California's new 'gas tax' could increase prices starting January 1st

FRESNO, Calif. (KFSN) -- As 2014 comes to an end, so may the downward trend of gas prices. In just the last month, the average price for a gallon of gas dropped more than 40 cents in Fresno. According to AAA, right now the average in Fresno stands at $2.62. It was $3.03 a month ago. Starting January 1st, experts are predicting prices will inch back up and a new California law will help contribute.

Right now the price for a gallon of gas across the country, including in the Central Valley, is considered cheap. Bob Crowley, who was filling up at an Arco gas station in Fresno said, "It's amazing how it got this low to be honest with you." Dr. William Rice, an economist at Fresno State said, "A friend of mine lives in Texas and gas is $1.99! I mean, when's the last time you saw that?"

Starting January 1st, though, those declining gas prices aren't expected to go any lower. The beginning of 2015 also brings with it what some are calling California's new hidden gas tax, which could range from 15 cents per gallon to up to 75 cents. Some in the Central Valley aren't happy about the extra cost at the pump. JoAnne Childers of Fresno said, "I don't like it. It's just something else to gouge us for."

Others seem unfazed by the new law, also known as AB-32, which ultimately aims to cut down on California's greenhouse gas emissions by adding a tax onto gas and oil. Darren Harper of Fresno said, "It doesn't matter. You've got to get fuel anyway. You complain about it but then people complain about it while they're putting it into their vehicles so it doesn't matter to me. It's better than it being $4.50 or whatever it was a couple years ago."

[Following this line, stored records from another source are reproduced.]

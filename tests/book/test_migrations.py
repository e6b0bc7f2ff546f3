"""From one format to the next: a verified copy first, all or nothing, guards back on."""

from __future__ import annotations

import contextlib
import sqlite3
from typing import Any

import pytest

from ledger.book.checking import look_through
from ledger.book.migrations import MIGRATIONS, Migration, migrate
from ledger.book.opening import connect_new, open_for_reading
from ledger.book.schema import APPLICATION_ID, FORMAT, GUARDS, objects_of
from ledger.model.acts import Note


def _with_shelf(database: Any) -> None:
    database["shelf"].create({"name": str}, pk="name", strict=True)
    database["entry"].transform(types={"seq": int})


def _half_way(database: Any) -> None:
    database["shelf"].create({"name": str}, pk="name")
    raise KeyError("half way")


LATER = (*MIGRATIONS, Migration(format=FORMAT + 1, does=_with_shelf))


def _rows(connection: sqlite3.Connection) -> list[Any]:
    return connection.execute("SELECT * FROM entry ORDER BY seq").fetchall()


def test_the_steps_end_at_the_format_of_the_program() -> None:
    assert [migration.format for migration in MIGRATIONS] == list(range(1, FORMAT + 1))


def test_a_new_book_says_what_it_is(shop: Any) -> None:
    with open_for_reading(shop.book) as connection:
        assert connection.execute("PRAGMA application_id").fetchone() == (APPLICATION_ID,)
        assert connection.execute("PRAGMA user_version").fetchone() == (FORMAT,)


def test_a_migration_keeps_every_entry_and_leaves_a_whole_copy_of_before(shop: Any) -> None:
    shop.enter("note", Note(text="x"))
    with contextlib.closing(connect_new(shop.book)) as connection:
        before = _rows(connection)
        kept = migrate(connection, shop.book, LATER)
        assert _rows(connection) == before
        assert connection.execute("PRAGMA user_version").fetchone() == (FORMAT + 1,)
        assert set(GUARDS) <= {found.name for found in objects_of(connection)}
    assert kept is not None
    with open_for_reading(kept) as connection:
        assert look_through(connection).findings == ()
        assert _rows(connection) == before
    assert {path.name for path in shop.book.parent.iterdir()} == {shop.book.name, kept.name}


def test_a_book_that_is_there_already_is_left_alone(shop: Any) -> None:
    with contextlib.closing(connect_new(shop.book)) as connection:
        assert migrate(connection, shop.book, MIGRATIONS) is None
    assert [path.name for path in shop.book.parent.iterdir()] == [shop.book.name]


def test_a_step_that_fails_changes_nothing(shop: Any) -> None:
    with contextlib.closing(connect_new(shop.book)) as connection:
        before = objects_of(connection)
        with pytest.raises(KeyError):
            migrate(connection, shop.book, (*MIGRATIONS, Migration(format=FORMAT + 1, does=_half_way)))
        assert objects_of(connection) == before
        assert connection.execute("PRAGMA user_version").fetchone() == (FORMAT,)


def test_a_second_copy_takes_another_name(shop: Any) -> None:
    with contextlib.closing(connect_new(shop.book)) as connection:
        first = migrate(connection, shop.book, LATER)
        connection.execute(f"PRAGMA user_version = {FORMAT}")
        connection.execute("DROP TABLE shelf")
        second = migrate(connection, shop.book, LATER)
    assert first != second
    assert first is not None
    assert first.exists()
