"""The look-up tables are what the entries say, after any sequence of them."""

from __future__ import annotations

import itertools
from collections.abc import Callable
from typing import Any

import pytest
from hypothesis import HealthCheck, given, settings
from hypothesis import strategies as st

from ledger.book.checking import look_through
from ledger.book.names import Known
from ledger.book.opening import open_for_reading, open_for_writing
from ledger.book.possible import impossible
from ledger.book.project import rebuild, replay, stored_tables
from ledger.book.reading import read_logged
from ledger.book.resolving import resolve
from ledger.errors import Where
from ledger.model.acts import Act, Cut, Fit, Hold, Lay, Mix, Receive, Release, Scrap, Sheet, Weigh, Withdraw
from ledger.model.gather import gather
from ledger.model.snapshot import PieceState
from ledger.model.things import KeptOffcut, Measure, Share

KILO = Measure(value=5.0, unit="kg")
PARTS = st.sampled_from(["RIB.01-L", "RIB.01-R", "CLIP", "CLIP/1", "SKIN-L", "BOLT"])
LOTS = st.sampled_from(["A", "B"])
ACTS: st.SearchStrategy[tuple[str, Act]] = st.one_of(
    st.builds(lambda lot: ("receive", Receive(material="epoxy", quantity=KILO, lot=lot)), LOTS),
    st.just(("receive", Receive(material="slow", quantity=KILO))),
    st.just(("sheet", Sheet(laminate="SANDWICH", length_m=1.0, width_m=1.0, sheet="S"))),
    st.builds(
        lambda lot: ("mix", Mix(resin_lot=lot, resin_kg=(0.1,), hardener_lot="A", hardener_kg=(0.1,))), LOTS
    ),
    st.builds(
        lambda part, kept: (
            "cut",
            Cut(pieces=(part,), sheet="S", offcut=KeptOffcut(length_m=0.1, width_m=0.1) if kept else None),
        ),
        PARTS,
        st.booleans(),
    ),
    st.builds(lambda step, lot: ("lay", Lay(piece="SKIN-L", step=step, lots=(Share(what=lot),))),
              st.integers(1, 3), LOTS),
    st.builds(
        lambda part, state: ("weigh", Weigh(what=part, reading_kg=(0.1,), state=state)),
        PARTS,
        st.sampled_from([None, "finished"]),
    ),
    st.builds(
        lambda part, into: ("fit", Fit(piece=part, into=into)), PARTS, st.sampled_from(["skins", "CLIP"])
    ),
    st.builds(lambda part: ("fit", Fit(piece=part, out_of="skins")), PARTS),
    st.builds(lambda what: ("scrap", Scrap(what=what, why="x")), st.one_of(PARTS, LOTS)),
    st.builds(lambda what: ("hold", Hold(what=what, why="x")), st.one_of(PARTS, LOTS)),
    st.builds(lambda what: ("release", Release(what=what, why="x")), st.one_of(PARTS, LOTS)),
    st.builds(lambda seq: ("withdraw", Withdraw(seq=seq, why="x")), st.integers(2, 15)),
)  # fmt: skip

_books = itertools.count()


def _enter_if_possible(shop: Any, kind: str, act: Act) -> None:
    with open_for_reading(shop.book) as connection:
        known = Known(connection, shop.plan)
        resolved = resolve(kind, act, known, where=Where())
        refused = resolved.findings or impossible(kind, resolved.act, known, where=Where())
    if not refused:
        shop.enter(kind, act)


@settings(max_examples=25, deadline=None, suppress_health_check=[HealthCheck.function_scoped_fixture])
@given(acts=st.lists(ACTS, min_size=5, max_size=25))
def test_a_replay_gives_the_same_tables_and_the_snapshot_agrees_with_them(
    make_shop: Callable[[str], Any], acts: list[tuple[str, Act]]
) -> None:
    shop = make_shop(f"{next(_books)}.book")
    for kind, act in acts:
        _enter_if_possible(shop, kind, act)
    with open_for_reading(shop.book) as connection:
        state = look_through(connection)
        stored = stored_tables(connection)
    assert state.findings == ()
    snapshot = gather(state.logged, lambda _: shop.plan, now=state.logged[-1].at)
    pieces = {
        (piece.name, piece.number, piece.part, piece.running, piece.begun_seq, piece.fitted_into)
        for piece in snapshot.pieces.values()
    }
    assert {(*row[:5], row[6]) for row in stored["piece"]} == pieces
    scrapped = {name for name, piece in snapshot.pieces.items() if piece.state is PieceState.SCRAPPED}
    assert {row[0] for row in stored["piece"] if row[7]} == scrapped
    assert dict(stored["held"]) == snapshot.held
    assert dict(stored["gone"]) == snapshot.gone
    numbers = {row[2] for row in stored["thing"]}
    assert numbers == {
        *snapshot.lots,
        *snapshot.sheets,
        *snapshot.offcuts,
        *snapshot.batches,
        *(piece.number for piece in snapshot.pieces.values()),
    }


def test_a_rebuild_changes_nothing(shop: Any) -> None:
    shop.enter("receive", Receive(material="epoxy", quantity=KILO, lot="A"))
    shop.enter("weigh", Weigh(what="CLIP", reading_kg=(0.1,), state="finished"))
    with open_for_writing(shop.book) as connection:
        before = stored_tables(connection)
        rebuild(connection, read_logged(connection))
        assert stored_tables(connection) == before
        assert {
            name: set(rows.values()) for name, rows in replay(read_logged(connection)).rows.items()
        } == before


def test_a_release_ends_the_hold_in_the_tables_too(shop: Any) -> None:
    shop.enter("receive", Receive(material="epoxy", quantity=KILO, lot="A"))
    shop.enter("hold", Hold(what="A", why="x"))
    shop.enter("release", Release(what="A", why="x"))
    with open_for_reading(shop.book) as connection:
        assert stored_tables(connection)["held"] == set()
        assert look_through(connection).findings == ()


def test_a_piece_outlives_the_withdrawal_of_the_entry_that_began_it(shop: Any) -> None:
    shop.enter("sheet", Sheet(laminate="SANDWICH", length_m=1.0, width_m=1.0, sheet="S"))
    cut = shop.enter("cut", Cut(pieces=("RIB.01-L",), sheet="S"))
    weigh = shop.enter("weigh", Weigh(what="RIB.01-L", reading_kg=(0.1,)))
    with open_for_reading(shop.book) as connection:
        tag = Known(connection, shop.plan).piece("RIB.01-L/1")
    shop.enter("withdraw", Withdraw(seq=cut.seq, why="wrong sheet"))
    with open_for_reading(shop.book) as connection:
        assert Known(connection, shop.plan).piece("RIB.01-L/1") == tag
    shop.enter("withdraw", Withdraw(seq=weigh.seq, why="also wrong"))
    with open_for_reading(shop.book) as connection:
        assert Known(connection, shop.plan).piece("RIB.01-L/1") is None


@pytest.mark.parametrize("kind", ["receive", "cut", "fit", "scrap", "hold", "release"])
def test_withdrawing_an_entry_leaves_the_tables_as_if_it_had_never_counted(
    make_shop: Callable[[str], Any], kind: str
) -> None:
    acts: list[tuple[str, Act]] = [
        ("sheet", Sheet(laminate="SANDWICH", length_m=1.0, width_m=1.0, sheet="S")),
        ("receive", Receive(material="epoxy", quantity=KILO, lot="A")),
        ("cut", Cut(pieces=("CLIP",), sheet="S")),
        ("hold", Hold(what="S", why="x")),
        ("release", Release(what="S", why="x")),
        ("fit", Fit(piece="CLIP", into="skins")),
        ("scrap", Scrap(what="S", why="x")),
    ]
    shop, without = make_shop("with.book"), make_shop("without.book")
    seq = 0
    for this, act in acts:
        entry = shop.enter(this, act)
        seq = entry.seq if this == kind else seq
        if this != kind and not (kind == "hold" and this == "release"):
            without.enter(this, act)
    shop.enter("withdraw", Withdraw(seq=seq, why="x"))
    held = []
    for one in (shop, without):
        with open_for_reading(one.book) as connection:
            tables = stored_tables(connection)
        held.append(
            {
                "thing": {row[1:4] for row in tables["thing"]},
                "piece": {row[:1] + row[2:4] + row[5:] for row in tables["piece"]},
                "held": {row[0] for row in tables["held"]},
                "gone": {row[0] for row in tables["gone"]},
            }
        )
    if kind == "cut":
        # The clip was fitted all the same: it began with that, on the tag it has.
        assert {row[0] for row in held[0]["piece"]} == {"CLIP/1"}
    assert held[0] == held[1]
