"""A cell cut by a plane, and its footprint: lines for drawings."""

from __future__ import annotations

from typing import TYPE_CHECKING

import numpy as np
from numpy.typing import ArrayLike

from ledger.geometry.standing import Floats, unit_up
from ledger.geometry.vectors import Vector, vector

if TYPE_CHECKING:
    from ledger.geometry.sectors import Point

Segment = tuple[Vector, Vector]


def cut_by_plane(
    vertices_m: ArrayLike, faces: ArrayLike, point_m: ArrayLike, normal: ArrayLike
) -> tuple[Segment, ...]:
    """Segments in which a plane cuts the triangles of a mesh, metres, build axes.

    A corner on the plane counts as just before it, so that a closed mesh gives closed outlines and a
    face that lies in the plane gives its edge once or not at all. Empty where the plane misses.
    Raises ValueError for a normal that is zero or not finite.
    """
    segments = segments_by_plane(vertices_m, faces, point_m, normal)
    return tuple((vector(a), vector(b)) for a, b in segments)


def segments_by_plane(
    vertices_m: ArrayLike, faces: ArrayLike, point_m: ArrayLike, normal: ArrayLike
) -> Floats:
    """The same as an array (k, 2, 3) in metres, for a screen that draws it at each key."""
    vertices = np.asarray(vertices_m, dtype=np.float64)
    corners = np.asarray(faces, dtype=np.intp)
    height = (vertices - np.asarray(point_m, dtype=np.float64)) @ unit_up(normal)
    beyond = (height > 0.0)[corners]
    count = beyond.sum(axis=1)
    cut = np.flatnonzero((count == 1) | (count == 2))
    beyond = beyond[cut]
    # The corner that is alone on its side, from which both cut edges leave.
    lone = np.argmax(beyond == (count[cut] == 1)[:, None], axis=1)
    a, b, c = (corners[cut, (lone + turn) % 3] for turn in range(3))
    ends = []
    for other in (b, c):
        share = (height[a] / (height[a] - height[other]))[:, None]
        ends.append(vertices[a] + share * (vertices[other] - vertices[a]))
    return np.stack(ends, axis=1)


def plan_outline(
    vertices_m: ArrayLike, faces: ArrayLike, across: tuple[int, int] = (0, 1)
) -> tuple[Point, ...]:
    """Corners of the silhouette of a cell seen along one build axis; seen from above unless said.

    vertices_m : (n, 3) float, metres; faces : (m, 3) int, anticlockwise seen from outside.
    across : the two build axes kept (0 x aft, 1 y right, 2 z up).
    The union of the triangles' shadows, its largest ring without holes, the first corner not repeated.
    Empty where nothing casts a shadow. Takes tens of milliseconds a cell: compute it once and keep it.
    """
    from shapely import MultiPolygon, Polygon, polygons, union_all

    flat = np.asarray(vertices_m, dtype=np.float64)[:, list(across)]
    triangles = flat[np.asarray(faces, dtype=np.intp)]
    side_a, side_b = triangles[:, 1] - triangles[:, 0], triangles[:, 2] - triangles[:, 0]
    area = side_a[:, 0] * side_b[:, 1] - side_a[:, 1] * side_b[:, 0]
    # Faces that look one way cast the whole shadow; those on edge cast none.
    shadows = polygons(triangles[area > 0.0])
    whole = union_all(shadows, grid_size=1e-9 * max(float(np.ptp(flat, axis=0).max()), 1e-300))
    parts = whole.geoms if isinstance(whole, MultiPolygon) else [whole]
    largest = max(
        (part for part in parts if isinstance(part, Polygon)), key=lambda part: part.area, default=None
    )
    if largest is None:
        return ()
    return tuple((float(x), float(y)) for x, y in largest.exterior.coords[:-1])
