"""What ends the finding that a piece was built to an earlier iteration, and what brings it back."""

from __future__ import annotations

import dataclasses
from datetime import UTC, datetime, timedelta
from typing import cast

import pytest

from ledger.checks.built_to_earlier_iteration import CODE, built_to_earlier_iteration
from ledger.checks.facts import Facts
from ledger.mass.report import WeightReport
from ledger.model.acts import Accept, Act, Adopt, Cut, Hold, Release, Scrap
from ledger.model.declare import KINDS
from ledger.model.entry import Logged
from ledger.model.gather import gather
from ledger.model.plan import Form, Part, PartClass, Plan, Shape, Side
from ledger.model.things import Minted, ThingKind
from ledger.model.vectors import NO_SPREAD, ZERO
from ledger.units import Display

START = datetime(2026, 10, 2, 12, 0, tzinfo=UTC)
WORD = {kind.record: word for word, kind in KINDS.items()}


def plan(name: str, digest: str | None, quantity: int = 1) -> Plan:
    """A plan of one rib; without a digest, of none."""
    rib = Part(
        name="RIB.07-L",
        title="seventh rib",
        part_class=PartClass.RIB,
        side=Side.LEFT,
        assembly="WING",
        form=Form.PANEL,
        made_of="sandwich",
        quantity=quantity,
    )
    shape = Shape(measure=0.15, centroid_m=ZERO, second_m2=NO_SPREAD, digest=digest or "")
    there = digest is not None
    return Plan(
        name=name,
        title=name,
        display=Display.METRIC,
        materials=(),
        laminates=(),
        parts=(rib,) if there else (),
        shapes=(shape,) if there else (),
    )


def cut(running: int) -> Cut:
    """A piece cut, with its tag."""
    name = f"RIB.07-L/{running}"
    minted = Minted(kind=ThingKind.PIECE, number=f"P{running}", name=name)
    return Cut(pieces=(name,), sheet="S1", minted=(minted,))


def accept(what: str = "RIB.07-L/1") -> Accept:
    """The finding accepted."""
    return Accept(finding=CODE, what=what, why="measured, fits", facts="as it was said")


def noticed(*steps: Plan | Act) -> list[str]:
    """The pieces the rule names once these plans were adopted and these acts logged, in this order."""
    plans: dict[int, Plan] = {}
    logged = []
    for seq, step in enumerate(steps, start=1):
        act = Adopt(plan=step.name, title=step.name) if isinstance(step, Plan) else step
        if isinstance(step, Plan):
            plans[seq] = step
        at = START + timedelta(minutes=seq)
        logged.append(Logged(seq=seq, at=at, logged_at=at, by="JK", kind=WORD[type(act)], act=act))
    snapshot = gather(logged, lambda entry: plans[entry.seq], now=START + timedelta(days=1))
    found = built_to_earlier_iteration(Facts(snapshot=snapshot, weights=cast(WeightReport, None), fuel=None))
    return [str(finding.where) for finding in found]


OLD, NEW = plan("r1", "a"), plan("r2", "b")


def test_it_stands_until_something_is_done() -> None:
    assert noticed(OLD, cut(1), NEW) == ["RIB.07-L/1"]


def test_another_cut_makes_it_a_spare_and_ends_it() -> None:
    assert noticed(OLD, cut(1), NEW, cut(2)) == []


def test_another_that_fits_no_better_does_not_end_it() -> None:
    assert noticed(OLD, cut(1), cut(2), NEW) == ["RIB.07-L/1"]


def test_scrapped_it_ends_and_returns_for_one_that_was_spare() -> None:
    scrap = Scrap(what="RIB.07-L/2", why="slipped")
    assert noticed(OLD, cut(1), NEW, cut(2), scrap) == ["RIB.07-L/1"]
    assert noticed(OLD, cut(1), NEW, Scrap(what="RIB.07-L/1", why="too short")) == []


@pytest.mark.parametrize("what", ["RIB.07-L/1", "rib.07-l/1", "P1", "p1"])
def test_accepted_by_name_or_tag_it_ends(what: str) -> None:
    assert noticed(OLD, cut(1), NEW, accept(what)) == []


def test_an_acceptance_holds_while_the_part_stays_as_it_was_accepted() -> None:
    third = dataclasses.replace(NEW, name="r3")
    assert noticed(OLD, cut(1), NEW, accept(), third) == []
    assert noticed(OLD, cut(1), NEW, accept(), third, plan("r4", "c")) == ["RIB.07-L/1"]


def test_an_acceptance_before_the_change_covers_nothing() -> None:
    assert noticed(OLD, cut(1), accept(), NEW) == ["RIB.07-L/1"]


def test_a_piece_begun_two_iterations_ago_fits_again_once_its_part_is_changed_back() -> None:
    assert noticed(OLD, cut(1), NEW, plan("r3", "a")) == []
    assert noticed(OLD, cut(1), NEW, cut(2), plan("r3", "a")) == []


def test_a_piece_of_the_iteration_between_is_the_one_that_no_longer_fits() -> None:
    assert noticed(plan("r1", "a", 2), cut(1), plan("r2", "b", 2), cut(2), plan("r3", "a", 2)) == [
        "RIB.07-L/2"
    ]


def test_a_piece_of_a_part_that_is_no_more_is_told_until_it_is_accepted() -> None:
    none = plan("r2", None)
    assert noticed(OLD, cut(1), none) == ["RIB.07-L/1"]
    assert noticed(OLD, cut(1), none, accept()) == []
    assert noticed(OLD, cut(1), none, accept(), plan("r3", None)) == []
    assert noticed(OLD, cut(1), none, accept(), plan("r3", "b")) == ["RIB.07-L/1"]
    assert noticed(OLD, cut(1), none, accept(), plan("r3", "a")) == []


HOLD, RELEASE = (kind(what="RIB.07-L/1", why="kept for stock") for kind in (Hold, Release))


def test_put_on_hold_for_stock_it_ends_until_it_is_released() -> None:
    assert noticed(OLD, cut(1), NEW, HOLD) == []
    assert noticed(OLD, cut(1), NEW, HOLD, plan("r3", "c")) == []
    assert noticed(OLD, cut(1), NEW, HOLD, RELEASE) == ["RIB.07-L/1"]
    none = plan("r2", None)
    assert noticed(OLD, cut(1), none, HOLD) == []


def test_a_hold_from_before_the_change_was_for_another_reason_and_ends_nothing() -> None:
    assert noticed(OLD, cut(1), HOLD, NEW) == ["RIB.07-L/1"]


def test_of_two_that_no_longer_fit_the_one_on_hold_is_kept_and_the_other_still_asked_about() -> None:
    pair = plan("r1", "a", 2), plan("r2", "b", 2)
    assert noticed(pair[0], cut(1), cut(2), pair[1], HOLD, cut(3)) == ["RIB.07-L/2"]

Fresno State marketing professor William Rice predicts most people won't even notice the slight increase in price come the new year. Rice said he expects the cost of a gallon of gas to go up no matter what in 2015 because of how countries an oil companies around the world are being affected by the cheap prices. Rice said, "When they're used to having what $80-90 a barrel, now it's getting down to $40 a barrel? That's a lot, that's half their revenue and yet countries like Venezuela are in almost economic collapse because of it."